[Dataset entries]
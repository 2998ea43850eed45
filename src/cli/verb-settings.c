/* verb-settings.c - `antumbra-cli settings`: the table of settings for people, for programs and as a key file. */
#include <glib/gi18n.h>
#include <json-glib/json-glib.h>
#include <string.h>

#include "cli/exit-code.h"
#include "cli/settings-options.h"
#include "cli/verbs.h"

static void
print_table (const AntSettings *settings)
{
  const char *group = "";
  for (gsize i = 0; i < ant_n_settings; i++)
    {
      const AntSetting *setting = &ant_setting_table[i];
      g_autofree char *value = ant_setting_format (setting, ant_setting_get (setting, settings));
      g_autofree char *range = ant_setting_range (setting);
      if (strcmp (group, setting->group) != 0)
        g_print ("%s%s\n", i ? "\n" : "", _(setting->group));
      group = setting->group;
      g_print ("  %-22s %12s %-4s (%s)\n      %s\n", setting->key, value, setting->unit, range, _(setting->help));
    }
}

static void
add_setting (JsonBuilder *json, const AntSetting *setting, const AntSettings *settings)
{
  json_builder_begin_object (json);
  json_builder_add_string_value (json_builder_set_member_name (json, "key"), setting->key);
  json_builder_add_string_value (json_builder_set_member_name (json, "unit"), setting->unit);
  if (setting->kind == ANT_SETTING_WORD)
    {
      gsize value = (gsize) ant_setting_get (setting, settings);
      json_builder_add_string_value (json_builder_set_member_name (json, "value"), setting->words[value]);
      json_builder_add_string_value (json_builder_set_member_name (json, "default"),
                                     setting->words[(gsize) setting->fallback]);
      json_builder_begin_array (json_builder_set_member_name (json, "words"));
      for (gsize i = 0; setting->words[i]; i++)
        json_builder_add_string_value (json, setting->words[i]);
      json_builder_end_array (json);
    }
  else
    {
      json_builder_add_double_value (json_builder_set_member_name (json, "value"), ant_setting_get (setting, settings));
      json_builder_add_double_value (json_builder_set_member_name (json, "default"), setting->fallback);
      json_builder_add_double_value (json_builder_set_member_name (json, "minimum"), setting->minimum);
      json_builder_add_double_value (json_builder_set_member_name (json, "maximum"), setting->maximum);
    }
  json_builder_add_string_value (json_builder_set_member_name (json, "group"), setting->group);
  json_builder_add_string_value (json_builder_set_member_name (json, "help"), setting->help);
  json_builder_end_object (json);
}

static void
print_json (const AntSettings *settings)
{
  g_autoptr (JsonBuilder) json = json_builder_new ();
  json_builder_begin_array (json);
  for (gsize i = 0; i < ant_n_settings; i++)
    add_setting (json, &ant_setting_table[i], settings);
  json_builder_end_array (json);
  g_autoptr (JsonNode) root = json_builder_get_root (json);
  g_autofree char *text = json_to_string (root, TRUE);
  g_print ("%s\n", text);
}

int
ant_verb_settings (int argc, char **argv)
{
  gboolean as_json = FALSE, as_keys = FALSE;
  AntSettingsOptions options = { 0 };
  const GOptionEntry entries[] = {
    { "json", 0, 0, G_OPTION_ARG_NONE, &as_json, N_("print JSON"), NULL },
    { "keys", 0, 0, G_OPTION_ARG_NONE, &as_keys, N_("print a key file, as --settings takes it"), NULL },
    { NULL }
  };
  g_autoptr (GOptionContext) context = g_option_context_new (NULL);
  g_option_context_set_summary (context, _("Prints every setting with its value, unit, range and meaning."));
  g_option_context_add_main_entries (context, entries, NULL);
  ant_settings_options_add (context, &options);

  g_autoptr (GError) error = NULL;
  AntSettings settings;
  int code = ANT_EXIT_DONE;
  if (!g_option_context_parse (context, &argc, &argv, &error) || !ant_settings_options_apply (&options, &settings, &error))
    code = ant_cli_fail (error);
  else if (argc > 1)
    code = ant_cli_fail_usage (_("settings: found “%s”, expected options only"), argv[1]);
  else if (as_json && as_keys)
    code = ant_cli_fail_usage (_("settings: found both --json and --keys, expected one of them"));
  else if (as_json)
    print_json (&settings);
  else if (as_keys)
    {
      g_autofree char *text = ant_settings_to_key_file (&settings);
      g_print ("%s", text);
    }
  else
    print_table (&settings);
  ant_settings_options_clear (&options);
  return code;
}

* * *

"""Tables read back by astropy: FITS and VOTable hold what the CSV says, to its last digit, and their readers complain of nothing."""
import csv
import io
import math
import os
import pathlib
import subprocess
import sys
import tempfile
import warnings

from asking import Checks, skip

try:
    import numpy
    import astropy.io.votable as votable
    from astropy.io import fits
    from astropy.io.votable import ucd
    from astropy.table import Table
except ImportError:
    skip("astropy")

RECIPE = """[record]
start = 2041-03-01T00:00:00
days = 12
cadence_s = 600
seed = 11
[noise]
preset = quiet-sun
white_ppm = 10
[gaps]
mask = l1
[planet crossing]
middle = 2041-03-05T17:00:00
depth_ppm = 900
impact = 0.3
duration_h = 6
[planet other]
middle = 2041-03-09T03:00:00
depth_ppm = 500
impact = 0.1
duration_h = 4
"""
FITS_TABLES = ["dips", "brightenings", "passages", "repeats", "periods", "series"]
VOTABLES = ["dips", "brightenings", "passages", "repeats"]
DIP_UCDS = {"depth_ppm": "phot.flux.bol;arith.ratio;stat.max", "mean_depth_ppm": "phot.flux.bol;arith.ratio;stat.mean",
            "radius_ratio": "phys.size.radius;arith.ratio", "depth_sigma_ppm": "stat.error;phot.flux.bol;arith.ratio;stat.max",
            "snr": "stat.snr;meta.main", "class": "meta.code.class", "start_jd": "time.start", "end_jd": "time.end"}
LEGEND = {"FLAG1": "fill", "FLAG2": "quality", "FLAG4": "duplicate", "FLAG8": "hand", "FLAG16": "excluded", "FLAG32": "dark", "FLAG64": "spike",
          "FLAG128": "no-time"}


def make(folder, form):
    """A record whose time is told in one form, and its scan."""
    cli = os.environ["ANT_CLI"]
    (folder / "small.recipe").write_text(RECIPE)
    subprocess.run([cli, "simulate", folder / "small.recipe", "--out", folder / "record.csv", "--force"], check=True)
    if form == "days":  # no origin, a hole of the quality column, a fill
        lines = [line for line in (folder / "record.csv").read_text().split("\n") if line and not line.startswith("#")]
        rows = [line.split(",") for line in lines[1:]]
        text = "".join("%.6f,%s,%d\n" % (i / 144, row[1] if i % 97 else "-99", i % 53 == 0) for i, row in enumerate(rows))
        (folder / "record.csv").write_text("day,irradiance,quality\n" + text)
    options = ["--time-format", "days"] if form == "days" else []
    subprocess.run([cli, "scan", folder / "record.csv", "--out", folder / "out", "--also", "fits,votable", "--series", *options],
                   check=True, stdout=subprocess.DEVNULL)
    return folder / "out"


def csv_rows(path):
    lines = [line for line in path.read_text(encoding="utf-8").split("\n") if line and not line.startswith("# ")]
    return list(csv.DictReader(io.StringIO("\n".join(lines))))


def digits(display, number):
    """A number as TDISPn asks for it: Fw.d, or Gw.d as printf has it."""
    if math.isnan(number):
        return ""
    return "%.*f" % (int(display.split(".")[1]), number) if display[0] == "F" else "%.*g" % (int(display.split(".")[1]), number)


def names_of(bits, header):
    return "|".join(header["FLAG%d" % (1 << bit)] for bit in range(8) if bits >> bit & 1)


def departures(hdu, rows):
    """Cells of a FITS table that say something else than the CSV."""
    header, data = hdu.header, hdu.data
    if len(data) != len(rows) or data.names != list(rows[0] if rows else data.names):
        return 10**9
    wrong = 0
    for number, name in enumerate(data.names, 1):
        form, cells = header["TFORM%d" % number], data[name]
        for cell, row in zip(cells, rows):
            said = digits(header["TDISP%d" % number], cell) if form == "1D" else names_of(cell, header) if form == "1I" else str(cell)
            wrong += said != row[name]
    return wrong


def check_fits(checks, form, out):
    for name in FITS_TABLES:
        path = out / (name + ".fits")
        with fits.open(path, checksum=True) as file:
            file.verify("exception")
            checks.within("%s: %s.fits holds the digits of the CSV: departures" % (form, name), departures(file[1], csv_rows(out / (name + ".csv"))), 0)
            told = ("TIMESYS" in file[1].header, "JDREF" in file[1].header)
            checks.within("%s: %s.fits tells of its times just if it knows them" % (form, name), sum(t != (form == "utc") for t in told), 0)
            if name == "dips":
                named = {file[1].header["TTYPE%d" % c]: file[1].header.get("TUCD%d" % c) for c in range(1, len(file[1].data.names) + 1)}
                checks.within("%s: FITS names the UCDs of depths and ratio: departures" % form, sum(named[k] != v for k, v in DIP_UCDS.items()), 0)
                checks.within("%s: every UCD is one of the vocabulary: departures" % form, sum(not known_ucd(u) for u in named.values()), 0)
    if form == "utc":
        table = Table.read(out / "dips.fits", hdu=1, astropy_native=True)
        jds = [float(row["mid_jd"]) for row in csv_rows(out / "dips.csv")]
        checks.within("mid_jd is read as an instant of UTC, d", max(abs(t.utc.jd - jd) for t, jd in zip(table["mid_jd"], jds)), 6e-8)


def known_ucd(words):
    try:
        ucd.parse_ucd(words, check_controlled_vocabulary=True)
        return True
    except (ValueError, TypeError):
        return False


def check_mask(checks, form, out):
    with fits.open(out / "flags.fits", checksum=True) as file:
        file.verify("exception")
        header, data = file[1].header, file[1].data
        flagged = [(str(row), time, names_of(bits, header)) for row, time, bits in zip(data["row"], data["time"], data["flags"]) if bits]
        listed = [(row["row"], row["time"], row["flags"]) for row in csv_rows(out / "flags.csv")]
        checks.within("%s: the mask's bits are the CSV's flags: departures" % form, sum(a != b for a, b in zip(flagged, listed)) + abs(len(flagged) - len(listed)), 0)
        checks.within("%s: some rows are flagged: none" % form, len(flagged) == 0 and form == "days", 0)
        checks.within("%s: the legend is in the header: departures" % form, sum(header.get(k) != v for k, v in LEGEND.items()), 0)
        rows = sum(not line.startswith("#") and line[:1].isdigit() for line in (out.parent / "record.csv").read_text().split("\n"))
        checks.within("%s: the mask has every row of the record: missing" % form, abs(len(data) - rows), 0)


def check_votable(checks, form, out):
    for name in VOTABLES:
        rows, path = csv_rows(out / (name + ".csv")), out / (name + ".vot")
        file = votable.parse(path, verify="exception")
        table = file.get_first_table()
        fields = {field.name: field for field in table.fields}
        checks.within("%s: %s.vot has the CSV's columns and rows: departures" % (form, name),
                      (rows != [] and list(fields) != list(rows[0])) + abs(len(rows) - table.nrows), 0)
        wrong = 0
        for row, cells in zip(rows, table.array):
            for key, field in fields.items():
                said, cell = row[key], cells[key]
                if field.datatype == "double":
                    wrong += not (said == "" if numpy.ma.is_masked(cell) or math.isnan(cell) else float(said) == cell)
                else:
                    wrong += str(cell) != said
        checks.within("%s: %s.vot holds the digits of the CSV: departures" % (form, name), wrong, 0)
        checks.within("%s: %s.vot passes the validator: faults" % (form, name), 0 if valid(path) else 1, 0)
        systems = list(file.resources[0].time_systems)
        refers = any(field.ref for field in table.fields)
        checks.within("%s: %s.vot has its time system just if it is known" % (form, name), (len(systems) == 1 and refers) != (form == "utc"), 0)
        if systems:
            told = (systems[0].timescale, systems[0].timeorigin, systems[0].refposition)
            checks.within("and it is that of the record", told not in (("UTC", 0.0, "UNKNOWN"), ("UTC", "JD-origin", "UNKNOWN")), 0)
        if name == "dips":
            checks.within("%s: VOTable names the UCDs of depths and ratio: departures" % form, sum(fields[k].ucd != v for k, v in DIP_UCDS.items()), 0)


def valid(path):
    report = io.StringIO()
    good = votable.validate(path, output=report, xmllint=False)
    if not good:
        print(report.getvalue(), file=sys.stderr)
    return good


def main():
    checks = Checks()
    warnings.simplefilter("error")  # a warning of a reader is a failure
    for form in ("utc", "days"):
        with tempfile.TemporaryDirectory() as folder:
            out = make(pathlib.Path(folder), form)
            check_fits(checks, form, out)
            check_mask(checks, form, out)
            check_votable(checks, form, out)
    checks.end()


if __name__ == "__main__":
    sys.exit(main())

*Problem statement:* Go through the data, and copy each line in which the word "scan" appears.

*Output for this task:*
    """A record whose time is told in one form, and its scan."""
    subprocess.run([cli, "scan", folder / "record.csv", "--out", folder / "out", "--also", "fits,votable", "--series", *options],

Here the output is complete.